— Work request —
Which lines in the data below contain the word "stdout"? Copy each of them.

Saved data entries

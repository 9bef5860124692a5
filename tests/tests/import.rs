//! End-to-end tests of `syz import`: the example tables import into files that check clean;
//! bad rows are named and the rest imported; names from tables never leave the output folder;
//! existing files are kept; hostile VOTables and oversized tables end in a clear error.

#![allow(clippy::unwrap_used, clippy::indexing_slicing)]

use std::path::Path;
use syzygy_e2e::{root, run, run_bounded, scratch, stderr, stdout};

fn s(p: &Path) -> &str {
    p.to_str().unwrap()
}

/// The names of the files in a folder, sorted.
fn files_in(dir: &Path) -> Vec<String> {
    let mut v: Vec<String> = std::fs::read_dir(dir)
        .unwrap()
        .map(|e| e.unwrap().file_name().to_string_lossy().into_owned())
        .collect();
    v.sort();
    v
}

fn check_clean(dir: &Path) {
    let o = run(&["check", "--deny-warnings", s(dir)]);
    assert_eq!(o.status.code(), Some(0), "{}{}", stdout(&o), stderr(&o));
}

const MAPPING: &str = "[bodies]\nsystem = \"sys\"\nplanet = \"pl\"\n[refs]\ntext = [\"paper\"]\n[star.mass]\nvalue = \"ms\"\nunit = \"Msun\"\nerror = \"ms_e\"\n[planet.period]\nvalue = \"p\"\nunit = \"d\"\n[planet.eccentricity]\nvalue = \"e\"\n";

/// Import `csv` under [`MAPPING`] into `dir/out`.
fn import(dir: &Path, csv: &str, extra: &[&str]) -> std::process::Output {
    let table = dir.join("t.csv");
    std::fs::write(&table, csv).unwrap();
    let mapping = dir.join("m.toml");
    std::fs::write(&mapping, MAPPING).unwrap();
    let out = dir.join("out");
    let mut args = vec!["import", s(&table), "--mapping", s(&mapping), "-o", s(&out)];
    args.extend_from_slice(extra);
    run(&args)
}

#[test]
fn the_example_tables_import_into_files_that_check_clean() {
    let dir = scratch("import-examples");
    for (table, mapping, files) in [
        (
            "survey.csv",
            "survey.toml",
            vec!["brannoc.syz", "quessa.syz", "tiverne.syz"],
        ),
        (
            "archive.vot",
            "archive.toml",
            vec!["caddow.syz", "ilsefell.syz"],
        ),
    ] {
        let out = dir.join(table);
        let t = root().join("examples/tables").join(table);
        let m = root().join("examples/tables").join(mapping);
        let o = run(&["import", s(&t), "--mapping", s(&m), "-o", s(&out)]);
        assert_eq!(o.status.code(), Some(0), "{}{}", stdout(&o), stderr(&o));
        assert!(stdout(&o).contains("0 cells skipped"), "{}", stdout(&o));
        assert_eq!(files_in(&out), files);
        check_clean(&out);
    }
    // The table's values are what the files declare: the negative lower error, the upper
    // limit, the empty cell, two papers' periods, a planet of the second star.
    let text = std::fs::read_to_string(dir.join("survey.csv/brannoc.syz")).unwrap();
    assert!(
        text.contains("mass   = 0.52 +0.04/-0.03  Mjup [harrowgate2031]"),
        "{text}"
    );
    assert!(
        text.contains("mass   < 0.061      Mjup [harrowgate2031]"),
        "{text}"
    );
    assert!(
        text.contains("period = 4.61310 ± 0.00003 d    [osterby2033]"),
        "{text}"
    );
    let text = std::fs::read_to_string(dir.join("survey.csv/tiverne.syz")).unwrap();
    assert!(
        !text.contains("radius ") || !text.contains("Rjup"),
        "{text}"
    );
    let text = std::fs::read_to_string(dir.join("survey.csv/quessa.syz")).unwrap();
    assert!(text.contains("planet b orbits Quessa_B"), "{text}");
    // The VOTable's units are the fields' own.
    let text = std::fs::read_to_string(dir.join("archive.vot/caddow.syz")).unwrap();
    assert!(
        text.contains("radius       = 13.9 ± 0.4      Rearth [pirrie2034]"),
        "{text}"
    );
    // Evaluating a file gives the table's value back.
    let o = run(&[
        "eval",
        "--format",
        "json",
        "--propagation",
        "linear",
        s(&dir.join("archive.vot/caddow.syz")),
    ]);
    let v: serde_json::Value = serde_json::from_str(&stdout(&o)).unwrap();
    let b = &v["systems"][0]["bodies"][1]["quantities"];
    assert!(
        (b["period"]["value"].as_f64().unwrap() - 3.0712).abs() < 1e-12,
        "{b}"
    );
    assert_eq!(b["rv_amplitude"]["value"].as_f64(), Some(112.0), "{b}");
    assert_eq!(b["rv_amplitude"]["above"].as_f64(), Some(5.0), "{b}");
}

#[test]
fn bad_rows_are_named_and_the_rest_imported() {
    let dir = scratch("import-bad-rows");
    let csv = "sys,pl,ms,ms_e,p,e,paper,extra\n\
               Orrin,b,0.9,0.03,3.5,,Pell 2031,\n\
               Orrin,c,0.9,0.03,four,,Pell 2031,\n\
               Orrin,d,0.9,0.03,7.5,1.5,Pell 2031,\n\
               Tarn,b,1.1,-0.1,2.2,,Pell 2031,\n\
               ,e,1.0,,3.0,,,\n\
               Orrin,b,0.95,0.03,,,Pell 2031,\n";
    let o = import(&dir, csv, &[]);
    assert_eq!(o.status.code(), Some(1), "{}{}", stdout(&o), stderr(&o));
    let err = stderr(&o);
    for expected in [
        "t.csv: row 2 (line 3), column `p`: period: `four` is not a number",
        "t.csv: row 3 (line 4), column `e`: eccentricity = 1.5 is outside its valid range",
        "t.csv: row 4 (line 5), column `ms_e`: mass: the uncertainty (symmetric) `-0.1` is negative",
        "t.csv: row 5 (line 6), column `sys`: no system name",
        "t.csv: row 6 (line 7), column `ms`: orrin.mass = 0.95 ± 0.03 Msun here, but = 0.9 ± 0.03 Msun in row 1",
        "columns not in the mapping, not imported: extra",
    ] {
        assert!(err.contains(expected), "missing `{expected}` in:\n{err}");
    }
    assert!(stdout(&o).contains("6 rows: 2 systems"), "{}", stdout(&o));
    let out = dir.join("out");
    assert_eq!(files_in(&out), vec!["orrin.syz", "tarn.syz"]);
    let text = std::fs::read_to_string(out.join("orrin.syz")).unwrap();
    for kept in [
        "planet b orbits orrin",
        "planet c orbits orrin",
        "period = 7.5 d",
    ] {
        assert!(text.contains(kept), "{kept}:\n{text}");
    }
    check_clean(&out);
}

— Answer section —
use syzygy_e2e::{root, run, run_bounded, scratch, stderr, stdout};
    assert_eq!(o.status.code(), Some(0), "{}{}", stdout(&o), stderr(&o));
        assert_eq!(o.status.code(), Some(0), "{}{}", stdout(&o), stderr(&o));
        assert!(stdout(&o).contains("0 cells skipped"), "{}", stdout(&o));
    let v: serde_json::Value = serde_json::from_str(&stdout(&o)).unwrap();
    assert_eq!(o.status.code(), Some(1), "{}{}", stdout(&o), stderr(&o));
    assert!(stdout(&o).contains("6 rows: 2 systems"), "{}", stdout(&o));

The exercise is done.